The GDPR requires Google to maintain records of certain information, including the contact details of your EU representative (if your organization is not established in the EU) and Data Protection Officer (DPO), where applicable.
School Admin users needs to:
1- Sign in to the Google Admin console.
2- Go to Company profile > Profile.
3- Click Profile
4- Scroll down to the Security and Privacy Additional Terms section
5- Review and accept the Data processing Amendment and EU Model Contract Clauses as screenshot- and Opt in to DPA version 2.0.
6- Click Show more to see Legal & compliance.
7- In the Legal & compliance section, enter details for your EU representative and DPO as needed- as screenshot
8- Click Save.
What is a data controller? What is a data processor?
A data controller determines the purposes and means of processing of personal data. A data processor processes personal data on behalf of a data controller. G Suite customers will typically act as the data controller for any personal data they provide to Google in connection with their use of G Suite. Google is a data processor and processes personal data on behalf of the data controller when the data controller is using G Suite.
What are my obligations as a customer and data controller?
Data controllers are responsible for implementing appropriate technical and organizational measures to ensure and demonstrate that any data processing is performed in compliance with the GDPR. Controllers' obligations relate to principles such as lawfulness, fairness and transparency, purpose limitation, data minimisation, and accuracy, as well as fulfilling data subjects' rights with respect to their data.

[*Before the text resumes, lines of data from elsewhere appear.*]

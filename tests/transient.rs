//! Time: the integrator against closed forms and an independent RK4, event
//! location, the power-on false alarm, and the fit of bench readings; each
//! reference value with its source beside it.

use draftwire::analysis::compensation::Compensator;
use draftwire::analysis::transient::{power_on, quiet_airflow};
use draftwire::circuit::divider::Divider;
use draftwire::circuit::frontend::{Arrangement, FrontEnd, OutputState};
use draftwire::design::parse_design;
use draftwire::drive::Drive;
use draftwire::element::{CoolingLaw, Element, Environment, KingsLaw, LinearTcr, ResistanceLaw};
use draftwire::fit::{fit_king, student_t_quantile};
use draftwire::solve::operating_point;
use draftwire::transient::{Airflow, Circuit, EventKind};
use rand::{RngExt, SeedableRng};
use std::path::Path;

fn example(name: &str) -> String {
    std::fs::read_to_string(
        Path::new(env!("CARGO_MANIFEST_DIR"))
            .join("examples")
            .join(name),
    )
    .unwrap()
}

/// Nickel-like element, invented values: 6 Ω at 20 °C, 6000 ppm/K, King
/// A = 1 mW/K, B = 2 mW/K, n = 0.45, C = 0.15 mJ/K.
fn element() -> Element {
    let law = ResistanceLaw::Linear(LinearTcr::new(6.0, 293.15, 6000e-6).unwrap());
    let king = CoolingLaw::King(KingsLaw::new(1e-3, 2e-3, 0.45).unwrap());
    Element::new(law, king, 0.15e-3, None).unwrap()
}

fn air() -> Environment {
    Environment {
        ambient_k: 293.15,
        pressure_pa: 101_325.0,
    }
}

/// A front end that never switches within these runs (reference at 0 V):
/// the runs here test the thermal integration.
fn quiet_front() -> FrontEnd {
    FrontEnd {
        arrangement: Arrangement::ReferenceOnNonInverting,
        divider: Divider {
            top_ohm: 1e6,
            trimmer_ohm: 1.0,
            bottom_ohm: 1e-3,
        },
        reference_rail_v: 5.0,
        feedback_ohm: None,
        input_ohm: 0.0,
        output_high: (5.0, 10e3),
        output_low_v: 0.2,
    }
}

/// A small airflow step on a current-driven linear-TCR element with King's
/// law is a first-order response with the lumped time constant the report
/// gives, τ = C/(dP_loss/dT − dP_elec/dT) at the final point (lumped
/// capacitance, Incropera 6th ed. §5.2): T(τ) − T0 = (1 − e⁻¹)·ΔT and
/// T(3τ) − T0 = (1 − e⁻³)·ΔT, to within the step's nonlinearity (here
/// 0.5 % of ΔT for a 0.01 m/s step at 0.3 m/s).
#[test]
fn small_step_is_first_order_with_the_reported_time_constant() {
    let el = element();
    let drive = Drive::ConstantCurrent { current_a: 0.08 };
    let env = air();
    let comp = Compensator::None;
    let c = Circuit {
        element: &el,
        drive,
        env,
        front: quiet_front(),
        comp: &comp,
        x: 0.5,
        active: OutputState::Low,
        hold_off: None,
    };
    let (u0, u1) = (0.30, 0.31);
    let p0 = operating_point(&el, &drive, &env, u0).unwrap();
    let p1 = operating_point(&el, &drive, &env, u1).unwrap();
    let tau = p1.time_constant_s;
    let y0 = c.steady_state(u0).unwrap();
    let step = Airflow::Step {
        from: u0,
        to: u1,
        back_at_s: 1e6,
    };
    let dt = p1.temperature_k - p0.temperature_k;
    for (k, share) in [(1.0, 1.0 - (-1.0f64).exp()), (3.0, 1.0 - (-3.0f64).exp())] {
        let run = c.run(&step, y0, k * tau, tau / 50.0);
        let t_end = run.samples.last().unwrap();
        assert!((t_end.time_s - k * tau).abs() < 1e-12);
        let got = (t_end.element_k - p0.temperature_k) / dt;
        assert!((got - share).abs() < 5e-3, "at {k}τ: {got} against {share}");
    }
}

/// The same nonlinear power-on (a tungsten filament on a series resistor,
/// the lamp example's element) integrated by an independent fixed-step
/// classical RK4 at a tiny step (written here): the temperatures agree.
#[test]
fn power_on_matches_an_independent_rk4() {
    let d = parse_design("lamp.toml", &example("cabinet-lamp-filament.toml")).unwrap();
    let core = draftwire::analysis::size::size_core(&d).unwrap();
    let el = &core.element;
    let drive = core.drive;
    let env = core.env;
    let u = 2.0;
    let f = |t: f64| {
        let r = el.resistance_law().resistance_ohm(t);
        (drive.power_w(r) - el.cooling_law().heat_loss_w(t, u, &env)) / el.heat_capacity_j_per_k()
    };
    let t_end: f64 = 0.2;
    let h: f64 = 1e-5;
    let mut t = env.ambient_k;
    let steps = (t_end / h).round() as usize;
    for _ in 0..steps {
        let k1 = f(t);
        let k2 = f(t + 0.5 * h * k1);
        let k3 = f(t + 0.5 * h * k2);
        let k4 = f(t + h * k3);
        t += h / 6.0 * (k1 + 2.0 * k2 + 2.0 * k3 + k4);
    }
    let comp = Compensator::None;
    let c = Circuit {
        element: el,
        drive,
        env,
        front: quiet_front(),
        comp: &comp,
        x: 0.5,
        active: OutputState::Low,
        hold_off: None,
    };
    let run = c.run(
        &Airflow::Constant(u),
        c.power_on_state(env.ambient_k),
        t_end,
        0.01,
    );
    let got = run.samples.last().unwrap().element_k;
    assert!(
        (got - t).abs() < 1e-5 * (t - env.ambient_k),
        "{got} K against RK4 {t} K"
    );
}

/// Event location: the time the sense voltage of a warming element crosses
/// a fixed reference, against bisection on an independent RK4 solution
/// (step 1e-5 s, linear between steps), to better than 1 ms (the issue's
/// figure; here far better).
#[test]
fn switching_time_is_located_to_better_than_a_millisecond() {
    let el = element();
    let drive = Drive::SeriesResistor {
        rail_v: 5.0,
        series_ohm: 50.0,
    };
    let env = air();
    // Reference divider without trimmer share: 0.56 V on a 5 V rail.
    let front = FrontEnd {
        arrangement: Arrangement::ReferenceOnNonInverting,
        divider: Divider {
            top_ohm: 44e3,
            trimmer_ohm: 0.0,
            bottom_ohm: 5.6e3,
        },
        reference_rail_v: 5.0,
        feedback_ohm: None,
        input_ohm: 0.0,
        output_high: (5.0, 10e3),
        output_low_v: 0.2,
    };
    let level = 5.0 * 5.6e3 / 49.6e3;
    let comp = Compensator::None;
    let c = Circuit {
        element: &el,
        drive,
        env,
        front,
        comp: &comp,
        x: 0.0,
        active: OutputState::High,
        hold_off: None,
    };
    let u = 0.2;
    let run = c.run(
        &Airflow::Constant(u),
        c.power_on_state(env.ambient_k),
        2.0,
        0.01,
    );
    let edge = run
        .events
        .iter()
        .find(|e| e.kind != EventKind::ActiveAtStart)
        .expect("the output switches once the element warms")
        .time_s;
    // Independent RK4 of the sense voltage.
    let f = |t: f64| {
        let r = el.resistance_law().resistance_ohm(t);
        (drive.power_w(r) - el.cooling_law().heat_loss_w(t, u, &env)) / el.heat_capacity_j_per_k()
    };
    let sense = |t: f64| drive.sense_v(el.resistance_law().resistance_ohm(t));
    let h = 1e-5;
    let (mut t, mut temp) = (0.0, env.ambient_k);
    let mut crossing = None;
    while t < 2.0 {
        let k1 = f(temp);
        let k2 = f(temp + 0.5 * h * k1);
        let k3 = f(temp + 0.5 * h * k2);
        let k4 = f(temp + h * k3);
        let next = temp + h / 6.0 * (k1 + 2.0 * k2 + 2.0 * k3 + k4);
        let (a, b) = (sense(temp) - level, sense(next) - level);
        if a < 0.0 && b >= 0.0 {
            crossing = Some(t + h * a / (a - b));
            break;
        }
        temp = next;
        t += h;
    }
    let crossing = crossing.expect("RK4 sees the crossing");
    assert!(
        (edge - crossing).abs() < 1e-3,
        "{edge} s against {crossing} s"
    );
    assert!(
        (edge - crossing).abs() < 1e-6,
        "{edge} s against {crossing} s"
    );
}

/// The workshop example's power-on false alarm (without its hold-off):
/// an independent RK4 of the element from cold at 18 °C on its series
/// resistor, until its sense voltage reaches the level at which the output
/// releases (the report's release sense voltage); the durations agree
/// within 10 % (the figure). With its hold-off capacitor the size
/// report's check passes.
#[test]
fn workshop_power_on_false_alarm_matches_an_independent_integration() {
    let d = parse_design("w.toml", &example("workshop-door-draught.toml")).unwrap();
    let core = draftwire::analysis::size::size_core(&d).unwrap();
    let p = power_on(&d, &core, d.ambient.nominal_k, None);
    assert!(
        p.false_alarm_s > 0.0,
        "a rising-trip detector reads tripped when cold"
    );
    let report = draftwire::analysis::size(&d).unwrap();
    let release = report.trip.release_sense_voltage_v;
    let el = &core.element;
    let drive = core.drive;
    let env = core.env;
    let u = quiet_airflow(&d);
    let f = |t: f64| {
        let r = el.resistance_law().resistance_ohm(t);
        (drive.power_w(r) - el.cooling_law().heat_loss_w(t, u, &env)) / el.heat_capacity_j_per_k()
    };
    let sense = |t: f64| drive.sense_v(el.resistance_law().resistance_ohm(t));
    let h = 1e-5;
    let (mut t, mut temp) = (0.0, env.ambient_k);
    while sense(temp) < release && t < 60.0 {
        let k1 = f(temp);
        let k2 = f(temp + 0.5 * h * k1);
        let k3 = f(temp + 0.5 * h * k2);
        let k4 = f(temp + h * k3);
        temp += h / 6.0 * (k1 + 2.0 * k2 + 2.0 * k3 + k4);
        t += h;
    }
    assert!(
        (p.false_alarm_s / t - 1.0).abs() < 1e-3,
        "{} s against {t} s",
        p.false_alarm_s
    );
    let c = report
        .checks
        .iter()
        .find(|c| c.id == "power-on-false-alarm")
        .unwrap();
    assert!(c.passed, "{c:?}");
    assert!(report
        .values
        .iter()
        .any(|v| v.function == role_function("CH1")));
    // Told to fit none, the check fails.
    let none = example("workshop-door-draught.toml").replace(
        "hysteresis = \"0.05 m/s\"",
        "hysteresis = \"0.05 m/s\"\npower_on_hold_off = \"none\"",
    );
    let r = draftwire::analysis::size(&parse_design("w.toml", &none).unwrap()).unwrap();
    let c = r
        .checks
        .iter()
        .find(|c| c.id == "power-on-false-alarm")
        .unwrap();
    assert!(!c.passed, "{c:?}");
}

/// The fit recovers King's constants from noisy synthetic readings, and its
/// 95 % intervals (estimate ± t·SE, Student's t with m − 3 degrees of
/// freedom; Draper & Smith, *Applied Regression Analysis*, 3rd ed., ch. 24)
/// cover the true values in 90–99 % of 200 seeded repeats (the issue's
/// band around the nominal 95 %). Noise: 1 % of G, Gaussian.
#[test]
fn king_fit_intervals_cover_the_true_values() {
    let (a, b, n) = (1e-3, 2e-3, 0.45);
    let us = [0.0, 0.1, 0.2, 0.3, 0.5, 0.8, 1.2, 2.0, 3.0, 4.0];
    let mut covered = [0usize; 3];
    let runs = 200;
    for seed in 0..runs {
        let mut rng = rand::rngs::ChaCha8Rng::seed_from_u64(seed);
        let pts: Vec<(f64, f64)> = us
            .iter()
            .map(|&u: &f64| {
                let g = a + b * u.powf(n);
                // Box–Muller from two uniforms.
                let (u1, u2): (f64, f64) = (rng.random(), rng.random());
                let z = (-2.0 * (1.0 - u1).ln()).sqrt() * (2.0 * std::f64::consts::PI * u2).cos();
                (u, g * (1.0 + 0.01 * z))
            })
            .collect();
        let f = fit_king(&pts).unwrap();
        let t = f.t95;
        covered[0] += usize::from((f.a_w_per_k - a).abs() <= t * f.a_stderr_w_per_k);
        covered[1] += usize::from((f.b_w_per_k - b).abs() <= t * f.b_stderr_w_per_k);
        covered[2] += usize::from((f.n - n).abs() <= t * f.n_stderr);
    }
    for (i, c) in covered.iter().enumerate() {
        let share = *c as f64 / runs as f64;
        assert!((0.90..=0.99).contains(&share), "parameter {i}: {share}");
    }
    // The t quantile used: 7 degrees of freedom → 2.365 (NIST/SEMATECH
    // e-Handbook Table 1.3.6.7.2).
    assert!((student_t_quantile(0.975, 7.0) - 2.365).abs() < 1.5e-3);
}

/// Still-air readings of a linear-TCR element (invented: 60 Ω at 20 °C,
/// 6000 ppm/K, A = 1 mW/K) at four currents, worked here by fixed-point
/// iteration of I²R(T) = A(T − T_a): the fit returns R0 and A.
#[test]
fn still_air_fit_recovers_r0_and_the_dissipation_constant() {
    use draftwire::fit::{fit_still_air, StillAirReading};
    let (r0, t0, alpha, a, ta) = (60.0, 293.15, 6000e-6, 1e-3, 291.15);
    let law = ResistanceLaw::Linear(LinearTcr::new(r0, t0, alpha).unwrap());
    let readings: Vec<StillAirReading> = [0.005, 0.015, 0.025, 0.035]
        .iter()
        .map(|&i: &f64| {
            let mut t = ta;
            for _ in 0..500 {
                t = ta + i * i * r0 * (1.0 + alpha * (t - t0)) / a;
            }
            StillAirReading {
                current_a: i,
                voltage_v: i * r0 * (1.0 + alpha * (t - t0)),
                ambient_k: ta,
            }
        })
        .collect();
    let f = fit_still_air(&law, &readings).unwrap();
    assert!((f.r0_ohm - r0).abs() < 1e-6 * r0, "{f:?}");
    assert!((f.a_w_per_k - a).abs() < 1e-6 * a, "{f:?}");
}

You can find guidance related to your responsibilities under the GDPR by regularly checking the website of your national or lead data-protection authority under the GDPR (as applicable), as well as by reviewing publications by data-privacy associations, such as the International Association of Privacy Professionals (IAPP). You should also seek independent legal advice relating to your status and obligations under the GDPR, as only a lawyer can provide you with legal advice specifically tailored to your situation.
What is a Data Protection Officer or DPO?
A Data Protection Officer (DPO) is the person designated, where applicable, to facilitate compliance with the provisions of the GDPR. The GDPR defines the criteria and the conditions under which a DPO must be designated.
What is a Customer EU Representative?
A Customer EU Representative is the person designated, where applicable, to represent customers not established in the EU with regard to their obligations under the GDPR.